Let's take a look at potential new therapies for Alzheimer's
disease that are currently available such as Lipitor, sage extract,
leuprolide, huperzine A and raloxifene: Clinical studies are now being
conducted on each substance alone. It makes compelling medical sense to
select three of these substances with different modes of action and
evaluate all three together in an MCR type of study in order to increase
the probability of success within a short term period. There are
currently 4.5 million Alzheimers patients in the United States, and we
owe it to them to accelerate the discovery of new therapies for this
Here's another example that not only deals with patients in very
serious trouble but also with a potential national disaster: Septic or
toxic shock is a condition with about a 30% mortality rate that is
caused by bacterial and other toxins. It is becoming increasingly common
in our hospitals, particularly in the elderly, post-surgical
populations with compromised immune systems. There has been a number of
promising natural substances isolated by the biotechnology industry that
have shown much promise in laboratory animal studies in the septic
shock state but have, unfortunately, failed in clinical studies. Apart
from economic considerations, the next step, according to the MCR
approach, would be to select, let's say three of these substances with
different modes of action, which could complement each other. In
addition to shock, multiple deleterious effects take place such as
increased blood clotting, general decreased oxygen availability to body
tissues and significant brain damage in the survivors. As with
Alzheimers, a combination of three drugs directed to treat each
condition would then be administered to those septic shock patients who
have a highly probable rendezvous with death. There's little to lose and
much to gain.
Also, lethal toxins such as those produced by small pox or plague
that can be used by terrorists cause septic or toxic shock. This alone,
should awaken us to the critical necessity of the MCR approach!

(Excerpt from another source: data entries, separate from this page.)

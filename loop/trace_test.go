package loop

import (
	"context"
	"testing"
)

// TestTraceDecimation checks the engine's decimation rule against its
// definition, max(1, ⌊slots / samples⌋) capped at MaxTraceDecimation, on
// worked cases.
func TestTraceDecimation(t *testing.T) {
	for _, tc := range []struct {
		slots   int64
		samples int
		want    int
	}{
		{15000, 1500, 10},  // README default run: 10 s at 1500 Hz
		{9000, 1500, 6},    // near_far_stress.yaml: 6 s at 1500 Hz
		{16500, 1500, 11},  // floor, not round
		{1000, 1500, 1},    // fewer slots than samples: every slot
		{0, 1500, 1},       // no slots: 1, never 0
		{1 << 40, 10, 1e6}, // capped
		{15000, 0, 1},      // no samples asked
	} {
		if got := TraceDecimation(tc.slots, tc.samples); got != tc.want {
			t.Errorf("TraceDecimation(%d, %d) = %d, want %d", tc.slots, tc.samples, got, tc.want)
		}
	}
	// An explicit decimation wins over samples per user.
	if d := (TraceOptions{Decimation: 7, SamplesPerUser: 1500}).DecimationFor(15000); d != 7 {
		t.Errorf("explicit decimation: got %d, want 7", d)
	}
	if d := (TraceOptions{}).DecimationFor(15000); d != 1 {
		t.Errorf("no decimation, no samples: got %d, want 1", d)
	}
}

// TestTraceSamplesPerUser: a run asked for about n samples per user
// samples every TraceDecimation(total, n)-th slot, ⌈total/d⌉ samples
// (all users of baseScenario are always active).
func TestTraceSamplesPerUser(t *testing.T) {
	sc := baseScenario(4, 3000)
	rep := mustRun(t, sc, nil, RunOptions{Trace: TraceOptions{Users: []int{0, 3}, SamplesPerUser: 400}})
	d := int64(TraceDecimation(sc.TotalSlots(), 400)) // 3000/400 → 7
	if d != 7 {
		t.Fatalf("decimation %d, want 7", d)
	}
	want := int((sc.TotalSlots() + d - 1) / d)
	for _, tr := range rep.Traces {
		if len(tr.Slots) != want || tr.Slots[1]-tr.Slots[0] != d {
			t.Errorf("user %d: %d samples %d apart, want %d samples %d apart", tr.User, len(tr.Slots), tr.Slots[1]-tr.Slots[0], want, d)
		}
	}
	_, err := Run(context.Background(), sc, RunOptions{Trace: TraceOptions{Users: []int{0}, SamplesPerUser: -1}})
	if v, ok := err.(Violations); !ok || !hasField(v, "trace.samples_per_user") {
		t.Errorf("negative samples per user: %v", err)
	}
}
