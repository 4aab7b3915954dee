package main

import (
	"fmt"
	"math"
	"slices"
	"sort"
	"strconv"
	"strings"

	"github.com/fadeloop/fadeloop/client/plots"
	pb "github.com/fadeloop/fadeloop/proto/fadeloop/v1"
)

// plotSpec is one --plot: a kind and a file.
type plotSpec struct {
	kind string
	file string
}

// plotList is the repeatable --plot [KIND=]FILE flag.
type plotList []plotSpec

func (p *plotList) String() string {
	var s []string
	for _, x := range *p {
		s = append(s, x.kind+"="+x.file)
	}
	return strings.Join(s, ",")
}

func (p *plotList) Set(v string) error {
	kind, file, ok := strings.Cut(v, "=")
	if !ok {
		kind, file = "", v
	}
	if _, err := plots.FormatOf(file); err != nil {
		return err
	}
	*p = append(*p, plotSpec{kind: kind, file: file})
	return nil
}

// check fills the default kind and rejects kinds the command cannot draw.
func (p plotList) check(def string, allowed ...string) error {
	for i := range p {
		if p[i].kind == "" {
			p[i].kind = def
		}
		if !slices.Contains(allowed, p[i].kind) {
			return badInputf("--plot %s=%s: unknown plot kind %q for this command (kinds: %s)",
				p[i].kind, p[i].file, p[i].kind, strings.Join(allowed, ", "))
		}
	}
	return nil
}

func (p plotList) needs(kinds ...string) bool {
	for _, x := range p {
		if slices.Contains(kinds, x.kind) {
			return true
		}
	}
	return false
}

func (p plotList) onlyTraces() bool {
	for _, x := range p {
		if x.kind != "traces" {
			return false
		}
	}
	return true
}

// plotRun draws one plot of a run report.
func plotRun(ps plotSpec, rep *pb.RunReport, users []int32) error {
	title := rep.GetNormalisedScenario().GetName()
	if title == "" {
		title = "fadeloop run"
	}
	var (
		fig *plots.Figure
		err error
	)
	switch ps.kind {
	case "traces":
		fig, err = plots.Traces("Traces — "+title, runTraces(rep, users))
	case "cdf":
		fig, err = plots.SIRErrorCDF("SIR error distribution per distance bin — "+title, runBinErrors(rep))
	case "map", "map-power":
		fig, err = layoutMap(title, ps.kind, rep)
	case "distance":
		minP, maxP := math.NaN(), math.NaN()
		if il := rep.GetNormalisedScenario().GetInnerLoop(); il != nil {
			minP, maxP = il.GetMinPowerDbm(), il.GetMaxPowerDbm()
		}
		fig, err = plots.PowerVsDistance("Tx power against distance — "+title, runDistancePoints(rep), minP, maxP, "5th–95th percentile")
	default:
		return fmt.Errorf("unknown plot kind %q", ps.kind)
	}
	if err != nil {
		return err
	}
	return fig.Save(ps.file)
}

// traceUsersDefault picks the nearest, the median and the farthest user.
func traceUsersDefault(rep *pb.RunReport) []int32 {
	us := slices.Clone(rep.GetUsers())
	if len(us) == 0 {
		return nil
	}
	sort.SliceStable(us, func(i, j int) bool { return us[i].GetDistanceM() < us[j].GetDistanceM() })
	pick := []int32{us[0].GetUser(), us[len(us)/2].GetUser(), us[len(us)-1].GetUser()}
	return slices.Compact(pick)
}

func runTraces(rep *pb.RunReport, users []int32) []plots.Trace {
	if len(users) == 0 {
		users = traceUsersDefault(rep)
	}
	rate := rep.GetNormalisedScenario().GetInnerLoop().GetUpdateRateHz()
	if !(rate > 0) {
		rate = 1
	}
	byUser := map[int32]*pb.UserTrace{}
	for _, t := range rep.GetTraces() {
		byUser[t.GetUser()] = t
	}
	info := map[int32]*pb.UserFigures{}
	for _, u := range rep.GetUsers() {
		info[u.GetUser()] = u
	}
	var out []plots.Trace
	for _, u := range users {
		t := byUser[u]
		if t == nil {
			continue
		}
		label := fmt.Sprintf("user %d", u)
		if ui := info[u]; ui != nil {
			label = fmt.Sprintf("user %d (%s, %s m, %s km/h)", u, groupName(rep, ui.GetGroup()), num(ui.GetDistanceM(), 0), num(ui.GetSpeedKmh(), 0))
		}
		tr := plots.Trace{Label: label}
		for i, s := range t.GetSlots() {
			tr.TimeS = append(tr.TimeS, float64(s)/rate)
			tr.SIRDB = append(tr.SIRDB, at32(t.GetSirDb(), i))
			tr.TargetDB = append(tr.TargetDB, at32(t.GetTargetDb(), i))
			tr.TxPowerDBM = append(tr.TxPowerDBM, at32(t.GetTxPowerDbm(), i))
		}
		out = append(out, tr)
	}
	return out
}

func at32(v []float32, i int) float64 {
	if i < len(v) {
		return float64(v[i])
	}
	return math.NaN()
}

// runBinErrors gives the SIR error distribution of each distance bin: the
// empirical distribution of the traced samples (after warm-up) when traces
// are present, else the bin's reported percentiles.
func runBinErrors(rep *pb.RunReport) []plots.ErrorDistribution {
	bins := rep.GetDistanceBins()
	warm := rep.GetNormalisedScenario().GetRun().GetWarmupSlots()
	dist := map[int32]float64{}
	for _, u := range rep.GetUsers() {
		dist[u.GetUser()] = u.GetDistanceM()
	}
	var out []plots.ErrorDistribution
	for i, b := range bins {
		users := "users"
		if b.GetFigures().GetUsers() == 1 {
			users = "user"
		}
		d := plots.ErrorDistribution{Label: fmt.Sprintf("%s–%s m (%d %s)", num(b.GetMinDistanceM(), 0), num(b.GetMaxDistanceM(), 0), b.GetFigures().GetUsers(), users)}
		for _, t := range rep.GetTraces() {
			x := dist[t.GetUser()]
			in := x >= b.GetMinDistanceM() && (x < b.GetMaxDistanceM() || (i == len(bins)-1 && x <= b.GetMaxDistanceM()))
			if !in {
				continue
			}
			for k, s := range t.GetSlots() {
				if s < warm || k >= len(t.GetSirDb()) || k >= len(t.GetTargetDb()) {
					continue
				}
				d.SamplesDB = append(d.SamplesDB, float64(t.GetSirDb()[k]-t.GetTargetDb()[k]))
			}
		}
		if len(d.SamplesDB) == 0 {
			d.Quantiles = quantiles(b.GetFigures().GetSirErrorPercentilesDb())
		}
		out = append(out, d)
	}
	if len(out) == 0 {
		out = append(out, plots.ErrorDistribution{Label: "all users", Quantiles: quantiles(rep.GetAggregate().GetSirErrorPercentilesDb())})
	}
	return out
}

func quantiles(p *pb.Percentiles) []plots.Quantile {
	if p == nil {
		return nil
	}
	return []plots.Quantile{
		{P: 0.01, ValueDB: p.GetP1().GetValue()}, {P: 0.05, ValueDB: p.GetP5().GetValue()},
		{P: 0.5, ValueDB: p.GetP50().GetValue()}, {P: 0.95, ValueDB: p.GetP95().GetValue()},
		{P: 0.99, ValueDB: p.GetP99().GetValue()},
	}
}

func runDistancePoints(rep *pb.RunReport) []plots.DistancePoint {
	var pts []plots.DistancePoint
	for _, u := range rep.GetUsers() {
		f := u.GetFigures()
		p := plots.DistancePoint{Group: groupName(rep, u.GetGroup()), DistanceM: u.GetDistanceM(),
			TxMeanDBM: f.GetTxPowerMeanDbm().GetValue()}
		if pc := f.GetTxPowerPercentilesDbm(); pc != nil {
			p.TxLowDBM, p.TxHighDBM, p.HasPercent = pc.GetP5().GetValue(), pc.GetP95().GetValue(), true
		}
		pts = append(pts, p)
	}
	return pts
}

// sweepObjective is the quantity a sweep heat map shows.
type sweepObjective struct {
	key   string
	label string
	scale float64
	lower bool
}

var sweepObjectives = map[string]sweepObjective{
	"std":    {"sir_error_std_db", "SIR error std (dB)", 1, true},
	"outage": {"outage_probability", "outage (%)", 100, true},
	"power":  {"tx_power_mean_dbm", "mean Tx power (dBm)", 1, true},
	"bler":   {"bler_target_error", "|BLER − target| (%)", 100, true},
}

const (
	stepPath = "inner_loop.step_db"
	ratePath = "inner_loop.update_rate_hz"
)

// autoSweepPlot picks the plot kind from the axes: a heat map for step ×
// update rate, step curves for step × one other axis, CDFs otherwise.
func autoSweepPlot(axes []*pb.SweepAxis) string {
	paths := map[string]bool{}
	for _, a := range axes {
		paths[a.GetPath()] = true
	}
	switch {
	case len(axes) == 2 && paths[stepPath] && paths[ratePath]:
		return "heatmap"
	case paths[stepPath] && len(axes) <= 2:
		return "steps"
	}
	return "cdf"
}

func axisLabel(a *pb.SweepAxis, v float64) string {
	p := a.GetPath()
	short := p[strings.LastIndexByte(p, '.')+1:]
	unit := ""
	for _, u := range []struct{ suf, unit string }{{"_db", "dB"}, {"_hz", "Hz"}, {"_kmh", "km/h"}, {"_slots", "slots"}, {"_dbm", "dBm"}, {"_m", "m"}, {"_s", "s"}} {
		if strings.HasSuffix(short, u.suf) {
			short, unit = strings.TrimSuffix(short, u.suf), " "+u.unit
			break
		}
	}
	short = strings.ReplaceAll(short, "_", " ")
	if short == "speed" {
		return strconv.FormatFloat(v, 'g', 4, 64) + unit
	}
	return short + " " + strconv.FormatFloat(v, 'g', 4, 64) + unit
}

// checkSweepPlot rejects, before any work, a plot the axes cannot give.
func checkSweepPlot(ps plotSpec, axes []*pb.SweepAxis) error {
	kind := ps.kind
	if kind == "auto" {
		kind = autoSweepPlot(axes)
	}
	paths := map[string]int{}
	for _, a := range axes {
		paths[a.GetPath()]++
	}
	switch kind {
	case "layout":
		if len(axes) < 1 || len(axes) > 2 {
			return badInputf("--plot layout=%s needs one or two axes (x, then one line per value of the second)", ps.file)
		}
	case "steps":
		if paths[stepPath] != 1 || len(axes) > 2 {
			return badInputf("--plot steps=%s needs the axis %s and at most one other axis (one line per value)", ps.file, stepPath)
		}
	case "heatmap":
		if paths[stepPath] != 1 || paths[ratePath] != 1 || len(axes) != 2 {
			return badInputf("--plot heatmap=%s needs exactly the axes %s and %s", ps.file, stepPath, ratePath)
		}
	}
	return nil
}

// plotSweep draws one plot of a finished sweep (points sorted by index).
func plotSweep(ps plotSpec, title string, axes []*pb.SweepAxis, pts []*pb.SweepPoint, objective string) error {
	kind := ps.kind
	if kind == "auto" {
		kind = autoSweepPlot(axes)
	}
	var (
		fig *plots.Figure
		err error
	)
	switch kind {
	case "layout":
		fig, err = layoutSweepFigure(title, axes, pts)
	case "cdf":
		var ds []plots.ErrorDistribution
		for _, p := range pts {
			var parts []string
			for i, a := range axes {
				if i < len(p.GetCoordinates()) {
					parts = append(parts, axisLabel(a, p.GetCoordinates()[i]))
				}
			}
			ds = append(ds, plots.ErrorDistribution{Label: strings.Join(parts, ", "),
				Quantiles: quantiles(p.GetReport().GetAggregate().GetSirErrorPercentilesDb())})
		}
		if len(ds) > 8 {
			return badInputf("a cdf plot shows at most 8 candidates; this sweep has %d points (use --points or fewer values)", len(ds))
		}
		fig, err = plots.SIRErrorCDF("SIR error distribution per candidate — "+title, ds)
	case "steps":
		si, oi := -1, -1
		for i, a := range axes {
			if a.GetPath() == stepPath {
				si = i
			} else {
				oi = i
			}
		}
		if si < 0 || len(axes) > 2 {
			return badInputf("a steps plot needs the axis %s and at most one other axis (one line per value)", stepPath)
		}
		lines := map[float64]*plots.StepLine{}
		var order []float64
		for _, p := range pts {
			c := p.GetCoordinates()
			key := 0.0
			label := "all"
			if oi >= 0 {
				key = c[oi]
				label = axisLabel(axes[oi], key)
			}
			l := lines[key]
			if l == nil {
				l = &plots.StepLine{Label: label}
				lines[key] = l
				order = append(order, key)
			}
			f := p.GetReport().GetAggregate()
			o, s := f.GetOutageProbability(), f.GetSirErrorStdDb()
			l.StepDB = append(l.StepDB, c[si])
			l.OutagePct = append(l.OutagePct, 100*o.GetValue())
			l.OutageLowPct = append(l.OutageLowPct, 100*o.GetCiLow())
			l.OutageHighPct = append(l.OutageHighPct, 100*o.GetCiHigh())
			l.ErrorStdDB = append(l.ErrorStdDB, s.GetValue())
			l.ErrorStdLowDB = append(l.ErrorStdLowDB, s.GetCiLow())
			l.ErrorStdHighDB = append(l.ErrorStdHighDB, s.GetCiHigh())
		}
		sort.Float64s(order)
		var ls []plots.StepLine
		for _, k := range order {
			l := lines[k]
			sortStepLine(l)
			ls = append(ls, *l)
		}
		fig, err = plots.StepSensitivity("Outage and SIR error spread against step size — "+title, ls)
	case "heatmap":
		obj, ok := sweepObjectives[objective]
		if !ok {
			return badInputf("--objective %q: must be one of std, outage, power, bler", objective)
		}
		si, ri := -1, -1
		for i, a := range axes {
			switch a.GetPath() {
			case stepPath:
				si = i
			case ratePath:
				ri = i
			}
		}
		if si < 0 || ri < 0 || len(axes) != 2 {
			return badInputf("a heatmap plot needs exactly the axes %s and %s", stepPath, ratePath)
		}
		g := plots.ObjectiveGrid{Objective: obj.label, StepDB: sortedValues(axes[si]), UpdateRateHz: sortedValues(axes[ri]), LowerIsBetter: obj.lower}
		g.Value = make([][]float64, len(g.UpdateRateHz))
		for r := range g.Value {
			g.Value[r] = make([]float64, len(g.StepDB))
			for c := range g.Value[r] {
				g.Value[r][c] = math.NaN()
			}
		}
		f, _ := figureByKey(obj.key)
		for _, p := range pts {
			c := p.GetCoordinates()
			col := slices.Index(g.StepDB, c[si])
			row := slices.Index(g.UpdateRateHz, c[ri])
			if col < 0 || row < 0 {
				continue
			}
			v := obj.scale * f.get(p.GetReport().GetAggregate()).GetValue()
			if objective == "bler" {
				v = math.Abs(v)
			}
			g.Value[row][col] = v
		}
		fig, err = plots.HeatMap(obj.label+" over step × update rate — "+title, g)
	default:
		return badInputf("unknown plot kind %q", kind)
	}
	if err != nil {
		return err
	}
	return fig.Save(ps.file)
}

func sortedValues(a *pb.SweepAxis) []float64 {
	v := slices.Clone(a.GetValues())
	slices.Sort(v)
	return slices.Compact(v)
}

func sortStepLine(l *plots.StepLine) {
	idx := make([]int, len(l.StepDB))
	for i := range idx {
		idx[i] = i
	}
	sort.SliceStable(idx, func(a, b int) bool { return l.StepDB[idx[a]] < l.StepDB[idx[b]] })
	perm := func(v []float64) []float64 {
		out := make([]float64, len(v))
		for i, j := range idx {
			out[i] = v[j]
		}
		return out
	}
	l.StepDB, l.OutagePct, l.OutageLowPct, l.OutageHighPct = perm(l.StepDB), perm(l.OutagePct), perm(l.OutageLowPct), perm(l.OutageHighPct)
	l.ErrorStdDB, l.ErrorStdLowDB, l.ErrorStdHighDB = perm(l.ErrorStdDB), perm(l.ErrorStdLowDB), perm(l.ErrorStdHighDB)
}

The conclusion is that the SRC policy is clearly harmful to the
patient and must be modified. After all, in the actual practice of
medicine alls types of combinations are commonly and justifiably
administered by physicians to treat patients with diseases ranging from
rheumatoid arthritis to congestive heart failure unequivocally
supporting the reasoning behind the MCR approach. The good news is that
there are encouraging signs of change. The FDA has recently approved a
cocktail of three pharmaceuticals for AIDS patients without requiring
the prohibitively expensive SCR approach to assess its full therapeutic
evaluation. But we must have a clearly defined national policy to
encourage MCR for all appropriate conditions requiring medical
In the final analysis, when we're dealing with ways to conquer
disease to benefit the public, we should keep in mind the Chaos Theory
which believes that small events can lead to bigger ones be they
positive or negative. For example, the theory accepts the possibility
that if a tourist on Alcatraz casts a pebble in the Pacific Ocean the
ripple could somehow resonate to such a degree as to eventually cause a
highly catastrophic Tsunami somewhere in the Far East.
The SCR policy can be equated to that pebble.